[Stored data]
class Loop:
    """One run of the step loop (see the module notes)."""

    def __init__(
        self,
        config: SiteConfig,
        core_config: SiteConfig | None,
        controller: Any,
        constant: bool,
        t: FloatArray,
        step: float,
        kernel: Kernel,
        points: Points,
        zone_names: Sequence[str],
        zone_openings: Sequence[tuple[int, ...]],
        dependents: Sequence[set[int]],
        initial_temperature: float,
        rain_wet: BoolArray,
        wind_speed: FloatArray,
        trace: Trace | None,
    ) -> None:
        self.core = core_config  # the core's config when repeats are skipped
        self.controller = controller
        self.constant = constant
        self.t = t
        self.t_list = points.t_list
        self.n = n = t.size
        self.dt = step
        self.kernel = kernel
        self.points = points
        self.dependents = dependents
        self.rain_wet = rain_wet
        self.wind_speed = wind_speed
        self.trace = trace
        zones = len(zone_names)
        openings = len(kernel.opening_zone)
        self.state = np.empty((zones, 5))
        self.state[:, _kernel.S_MASS] = initial_temperature
        self.state[:, _kernel.S_AIR] = initial_temperature
        self.state[:, _kernel.S_GRADIENT] = 0.0
        self.state[:, _kernel.S_CO2] = kernel.co2_outdoor
        self.state[:, _kernel.S_HEATING] = 0.0
        self.position = np.zeros(openings)
        self.targets = np.full(openings, np.nan)
        self.windows_open = np.zeros(zones, dtype=np.bool_)
        self.zone_rows = np.empty((n, zones, 11))
        self.position_rows = np.empty((n, openings))
        self.target_rows = np.empty((n, openings))
        self.outcomes = np.empty((zones, n, 4), dtype=np.int8)
        self.changes: list[Change] = []
        # (t, zone, reason) whenever the reason of a zone's latest decision changes.
        self.reasons: list[tuple[float, str, str]] = []
        self.all_points = list(config.points)
        self.calls = 0  # of the controller (or the core)
        self.dew_point: tuple[FloatArray, BoolArray, FloatArray] = (
            outdoor_dew_point(core_config, points.readings, n)
            if core_config is not None
            else (np.zeros(0), np.zeros(0, dtype=np.bool_), np.zeros(0))
        )
        span = (float(t[0]) - 1.0, float(t[-1]) + 1.0) if n else (0.0, 0.0)
        self.zones: list[_Zone] = []
        for zi, name in enumerate(zone_names):
            edges = np.zeros(0, dtype=np.int64)
            if self.core is not None:
                found = schedule_edges(self.core.rules_for(name), self.core.site.time_zone, *span)
                if found:
                    at = np.searchsorted(t, np.asarray(found) - MARGIN, side="left")
                    edges = np.unique(at[at < n]).astype(np.int64)
            self.zones.append(
                _Zone(
                    name=name,
                    openings=tuple(zone_openings[zi]),
                    opening_names=tuple(kernel.opening_names[oi] for oi in zone_openings[zi]),
                    points=zone_points(config, name),
                    edges=edges,
                    state=initial_state(),
                )
            )

    # ------------------------------------------------------------------ run

    def run(self, progress: Callable[[float], None] | None) -> None:
        n = self.n
        if n == 0:
            return
        report_every = max(1, n // 100)
        next_report = 0
        self.points.publish(0, 0, self.state, self.position, self.zone_rows, self.position_rows)
        k = 0
        while k < n:
            self._decide(k)
            end = self._kernel_end(k)
            state, position = self.state.copy(), self.position.copy()
            kernel = self.kernel
            _kernel.run_steps(
                k,
                end,
                self.dt,
                kernel.series,
                kernel.zone_series,
                kernel.zone_const,
                kernel.opening_const,
                kernel.jammed,
                kernel.jam_position,
                self.targets,
                self.windows_open,
                kernel.co2_outdoor,
                self.state,
                self.position,
                self.zone_rows,
                self.position_rows,
                self.target_rows,
            )
            last_input = min(end, n - 1)
            self.points.publish(k, last_input, state, position, self.zone_rows, self.position_rows)
            if self.core is not None:
                self._check(k, last_input)
            m = min([end, *(z.repeats_until() if z.active else k + 1 for z in self.zones)])
            self._keep(k, m, end)
            k = m
            if progress is not None and next_report <= k < n:  # 1.0 once, at the end
                progress(k / n)
                next_report = (k // report_every + 1) * report_every
        for zi, zone in enumerate(self.zones):
            self._fold(zi, zone)
        if progress is not None:
            progress(1.0)

    def _decide(self, k: int) -> None:
        """Decide every zone that cannot repeat its outcome at step ``k``."""
        t = self.t_list[k]
        held_all: Held | None = None
        for zi, zone in enumerate(self.zones):
            if zone.active and k <= zone.checked:
                if k < zone.limit:
                    if zone.pending < 0:
                        zone.pending = k
                    continue
                self._fold(zi, zone)
                if self._renew(k, zone):
                    zone.pending = k
                    continue
            self._fold(zi, zone)
            before = zone.state
            if self.core is not None:
                held = self.points.held(zone.points, k)
                decision, after = decide(
                    self.core, zone.name, zone_inputs(self.core, zone.name, held, t), before, t
                )
            else:
                if held_all is None:
                    held_all = self.points.held(self.all_points, k)
                decision, after = self.controller(zone.name, held_all, before, t)
            self.calls += 1
            zone.state = after
            if self.trace is not None:
                self.trace(k, zi, after)
            self._take(k, zi, zone, decision)
            if self.core is not None:
                self._open_window(k, zone, before, after)
            elif self.constant:
                zone.active, zone.broken, zone.checked, zone.limit = True, True, self.n, self.n + 1

    def _take(self, k: int, zi: int, zone: _Zone, decision: Decision) -> None:
        """Record ``decision`` as the zone's outcome from step ``k`` on."""
        previous = zone.decision
        wanted = decision.targets
        if previous is None or decision.mode is not previous.mode or wanted != previous.targets:
            self.changes.append(_change(self.t_list[k], decision))
        if previous is None or decision.reason != previous.reason:
            self.reasons.append((self.t_list[k], decision.zone, decision.reason))
        zone.decision = decision
        zone.outcome = (
            _MODE_INDEX[decision.mode],
            int(decision.layer),
            _CAUSE_INDEX[decision.cause],
            bool(decision.windows_open),
        )
        targets = tuple(wanted.get(name) for name in zone.opening_names)
        physics = (targets, decision.windows_open)
        if physics != zone.physics:
            zone.physics = physics
            for oi, target in zip(zone.openings, targets, strict=True):
                self.targets[oi] = math.nan if target is None else target
            self.windows_open[zi] = decision.windows_open
            # The zones this one's physics feeds saw it held beyond k: look again from k + 1.
            zone.cut(k)
            for other in self.dependents[zi]:
                self.zones[other].cut(k)

    def _open_window(self, k: int, zone: _Zone, before: ZoneState, after: ZoneState) -> None:
        """After the core decided at ``k``: may the zone repeat this outcome?"""
        core = self.core
        assert core is not None
        t = self.t_list[k]
        zone.active = stationary(
            core, zone.name, before, after, t, bool(self.rain_wet[k]), float(self.wind_speed[k])
        )
        if not zone.active:
            zone.base = None
            return
        flags = timers(core, zone.name, before, t)[0]
        zone.key = (zone.outcome, zone.physics)
        zone.context = (
            None
            if flags is None
            else (
                state_signature(core, zone.name, before),
                schedule_membership(core.rules_for(zone.name), core.site.time_zone, t),
                flags,
            )
        )
        self._set_limit(k, zone, next_timer_after=timers(core, zone.name, after, t)[1])
        # The rows kept from the last check hold where the inputs are the same (a
        # changed outcome cut them at k); a state that reads them otherwise (another
        # state class key) classifies the same features anew.
        if zone.features is not None and zone.rows_from <= k <= zone.rows_to:
            key = state_class_key(core, zone.name, after, zone.features)
            if key != zone.class_key:
                self._classify(zone, after, key)
        else:
            zone.rows = None
        zone.rebase(k)

    def _classify(self, zone: _Zone, state: ZoneState, key: tuple[object, ...]) -> None:
        """The rows of the zone's kept features as ``state`` reads them."""
        core, features = self.core, zone.features
        assert core is not None and features is not None
        m = zone.rows_to + 1 - zone.rows_from
        # The classes read the targets and latches of the state, which the pending
        # bookkeeping of repeated steps (see _fold) leaves as they are.
        classes, unsure = state_classes(core, zone.name, state, features, 0, m)
        zone.rows = np.concatenate(
            [features.codes[:m], np.ascontiguousarray(classes).view(np.uint8).reshape(m, -1)],
            axis=1,
        )
        zone.unsure = unsure | features.uncertain[:m]
        zone.class_key = key

    def _set_limit(self, k: int, zone: _Zone, next_timer_after: float) -> None:
        """The zone's next decision is due at the next timer or schedule edge after ``k``."""
        limit = self.n
        if next_timer_after < math.inf:
            due = int(np.searchsorted(self.t, next_timer_after - MARGIN, side="left"))
            limit = min(limit, max(due, k + 1))
        later = int(np.searchsorted(zone.edges, k, side="right"))
        if later < zone.edges.size:
            limit = min(limit, int(zone.edges[later]))
        zone.limit = limit

    def _renew(self, k: int, zone: _Zone) -> bool:
        """At the window's limit: does the zone read as at an earlier stationary evaluation?

        The replay's rule (:mod:`ventsup.drivers.replay_fast`): the same state
        signature, schedule membership and timer flags, with inputs giving the
        same row (``k`` is within the checked steps, so the row is known), take
        the same branches as that evaluation; if its outcome is the current
        one, the zone repeats it and a new window opens in this context.
        """
        core = self.core
        if core is None or zone.rows is None or not zone.rows_from <= k <= zone.rows_to:
            return False
        t = self.t_list[k]
        flags, timer = timers(core, zone.name, zone.state, t)
        if flags is None:
            return False
        context = (
            state_signature(core, zone.name, zone.state),
            schedule_membership(core.rules_for(zone.name), core.site.time_zone, t),
            flags,
        )
        row = zone.rows[k - zone.rows_from]
        if zone.memo.get(context, {}).get(row.tobytes()) != zone.key:
            return False
        zone.context, zone.base, zone.checked, zone.broken = context, row, k, False
        zone.scan()
        self._set_limit(k, zone, timer)
        return True

    def _kernel_end(self, k: int) -> int:
        """How far to run the physics from ``k``: to the first step some zone must be
        looked at, or further ahead when the inputs of some zone must be checked."""
        n = self.n
        known = n
        for zone in self.zones:
            if not zone.active:
                known = k + 1
            elif not zone.needs_check(n):
                known = min(known, zone.repeats_until())
        ahead = [
            k + zone.ahead for zone in self.zones if zone.needs_check(n) and zone.checked < known
        ]
        if ahead:
            return max(k + 1, min(n, max(ahead)))
        return max(k + 1, min(n, known))

    def _check(self, k: int, last: int) -> None:
        """Check the inputs of the zones that need it over steps ``k`` to ``last``."""
        core = self.core
        assert core is not None
        m = last - k + 1
        for zone in self.zones:
            if not zone.needs_check(self.n) or zone.checked >= last:
                continue
            readings = self.points.span_readings(zone.points, k, last)
            dew = self.dew_point
            features = zone_features(
                core,
                zone.name,
                readings,
                m,
                dew_point=(dew[0][k : last + 1], dew[1][k : last + 1], dew[2][k : last + 1]),
            )
            zone.features, zone.rows_from, zone.rows_to = features, k, last
            self._classify(zone, zone.state, state_class_key(core, zone.name, zone.state, features))
            if zone.base is None:  # decided at k: its own inputs are the base
                zone.rebase(k)
            else:
                zone.scan()
            # The rows hold until the outcome of a zone feeding these inputs changes
            # (see _Zone.cut), however often the rows differ from the base.
            zone.ahead = min(LOOK_AHEAD[1], zone.ahead * 2)

    def _keep(self, k: int, m: int, end: int) -> None:
        """Keep steps ``k`` to ``m - 1`` of the span that ran to ``end``."""
        if m < end:
            last = m - 1
            self.state[:, _kernel.S_MASS] = self.zone_rows[last, :, 4]
            self.state[:, _kernel.S_AIR] = self.zone_rows[last, :, 1]
            self.state[:, _kernel.S_GRADIENT] = self.zone_rows[last, :, 5]
            self.state[:, _kernel.S_CO2] = self.zone_rows[last, :, 10]
            self.state[:, _kernel.S_HEATING] = self.zone_rows[last, :, 9] > 0.0
            self.position[:] = self.position_rows[last]
        self.points.keep(m - 1)
        for zi, zone in enumerate(self.zones):
            self.outcomes[zi, k:m] = zone.outcome
            if self.core is None or not zone.active:
                continue
            if zone.pending < 0 and m - 1 > k:  # decided at k, repeated after it
                zone.pending = k + 1
            if zone.pending >= 0:
                zone.pending_to = m - 1

    def _fold(self, zi: int, zone: _Zone) -> None:
        """Put the bookkeeping of the zone's repeated steps into its state."""
        if zone.pending < 0 or self.core is None:
            zone.pending = -1
            return
        first, last = zone.pending, zone.pending_to + 1
        zone.state = advance_over(
            self.core,
            zone.name,
            zone.state,
            self.t[first:last],
            self.rain_wet[first:last],
            self.wind_speed[first:last],
        )
        zone.pending = -1
        if self.trace is not None:
            self.trace(last - 1, zi, zone.state)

- **Goal of the exercise**
Among the records above, repeat exactly the line with "# bookkeeping of", the line with "if core is None", and every line in between, and only those.

- **Response below**
        # bookkeeping of repeated steps (see _fold) leaves as they are.
        classes, unsure = state_classes(core, zone.name, state, features, 0, m)
        zone.rows = np.concatenate(
            [features.codes[:m], np.ascontiguousarray(classes).view(np.uint8).reshape(m, -1)],
            axis=1,
        )
        zone.unsure = unsure | features.uncertain[:m]
        zone.class_key = key

    def _set_limit(self, k: int, zone: _Zone, next_timer_after: float) -> None:
        """The zone's next decision is due at the next timer or schedule edge after ``k``."""
        limit = self.n
        if next_timer_after < math.inf:
            due = int(np.searchsorted(self.t, next_timer_after - MARGIN, side="left"))
            limit = min(limit, max(due, k + 1))
        later = int(np.searchsorted(zone.edges, k, side="right"))
        if later < zone.edges.size:
            limit = min(limit, int(zone.edges[later]))
        zone.limit = limit

    def _renew(self, k: int, zone: _Zone) -> bool:
        """At the window's limit: does the zone read as at an earlier stationary evaluation?

        The replay's rule (:mod:`ventsup.drivers.replay_fast`): the same state
        signature, schedule membership and timer flags, with inputs giving the
        same row (``k`` is within the checked steps, so the row is known), take
        the same branches as that evaluation; if its outcome is the current
        one, the zone repeats it and a new window opens in this context.
        """
        core = self.core
        if core is None or zone.rows is None or not zone.rows_from <= k <= zone.rows_to:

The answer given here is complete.